Sunday, July 18, 2010
Thanks for the Memories
Many of you will understand why this has not been an easy one to write. Father's Day was not the same this year...I'm sure it will never be the same as it was when my Dad was living. Some of us spent the day with Mom and that was a very special time. We didn't have any of our children in town but that is something we have learned to accept when they live in Washington, DC, Oceanside and Ridgecrest, CA and wherever the Air Force has our son, Daniel, at the moment. We didn't see them on Mother's Day this year either. But, we did have everyone together for Independence Day this year. So, that was our Mother's Day and Father's Day, Grandparents Day, and whatever other special occasion we would like for it to be. And, special it was! The last "Father's Day" I will remember with my Dad was last December when the four James Tyre Denneys were able to get together in Kentucky a few days before Christmas. All this reminded me of one of Dad's articles that was published in the Anderson News on June 14, 1989:
Father's Day came to our house a week early this year. I don't think anyone planned it that way, it just happened. All my J's, except Jody who showed up even earlier on Saturday, were home this past Sunday, a week early. Next Sunday they'll all be scattered to the four winds again. So, even though no one said anything about it, I took it for Father's Day. Father's Day still doesn't come easy to me. The memories I have of Daddy and those long ago days at the Hopewell Primitive Baptist Church in Heard County, Georgia, on the third Sunday in June, which coincided with Father's Day, still tug at my heart strings. I didn't know it at the time, but I was storing my memories in my bank that are priceless. Now they come sweeping back with interest. Recalling being smothered half to death in the ample bosoms of snuff-dipping great aunts is far more pleasant than when it happened. Pleasant, yes, but having to admit that those days are gone, never to return, isn't.
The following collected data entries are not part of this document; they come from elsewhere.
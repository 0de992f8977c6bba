import { unitParts } from './display-unit';
import { type NumeralOptions } from './numeral';
import { readQuantity, toNumber } from './read-quantity';

/** Reads texts as readings of one characteristic, in SI base units. */
export type ReadingReader = (text: string, options?: NumeralOptions) => number;

/**
 * What parseReading does, for many readings of one characteristic: its unit is looked at once.
 *
 * @param unit display unit of the characteristic, "" for a plain number
 * @throws {UnitNotKnown} for an unknown unit
 */
export function readingReader(unit: string): ReadingReader {
  const wanted = unitParts(unit);
  return (text, options = {}) => {
    const written = readQuantity(text, wanted, options);
    return toNumber(written, text, written.bare ? wanted.places : 0);
  };
}

/**
 * Reads a reading typed for a characteristic and gives it in SI base units.
 *
 * A number alone is in the characteristic's own unit (185 under "mV p-p" is 0.185 V); with a prefix or a unit it is
 * absolute (0.185 V, 185m). What is understood is told at parseQuantity.
 *
 * @param unit display unit of the characteristic, "" for a plain number
 * @throws {AmbiguousQuantity} for what can be read in two ways, with a hint
 * @throws {QuantityNotUnderstood} for what cannot be read, or is in another unit, with a hint
 * @throws {UnitNotKnown} for an unknown unit
 */
export function parseReading(text: string, unit: string, options: NumeralOptions = {}): number {
  return readingReader(unit)(text, options);
}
Neither is the fact that the days when my children were small are gone, too, The daddy in me longs for the day when the sound of little patter-feets filled the house; instead of their memory causing a lump in my heart. I'll always be convinced that the best days of a man's life are those he spends raising his children. I have no objections about these I'm living now. Grown children are a blessing and I know the memories of today, stored as they will be, are just as priceless as those of their childhood. They too will come back one day--with their added interest. But it doesn't alter the fact that our Lord certainly knew what He was doing when He made it such that we would have little children come into our homes where we could love them, nurture them, love them, feed them, love them, enjoy them, love, and then love them some more, for 18 or 20 years or so. He did know what He was doing.
So, on this day that was Father's Day to me, a little misty-eyed remembering didn't hurt at all. Nor did it to say one more time to each of them, "Honey, I love you." Or, to borrow a phrase, "Thanks for the memories."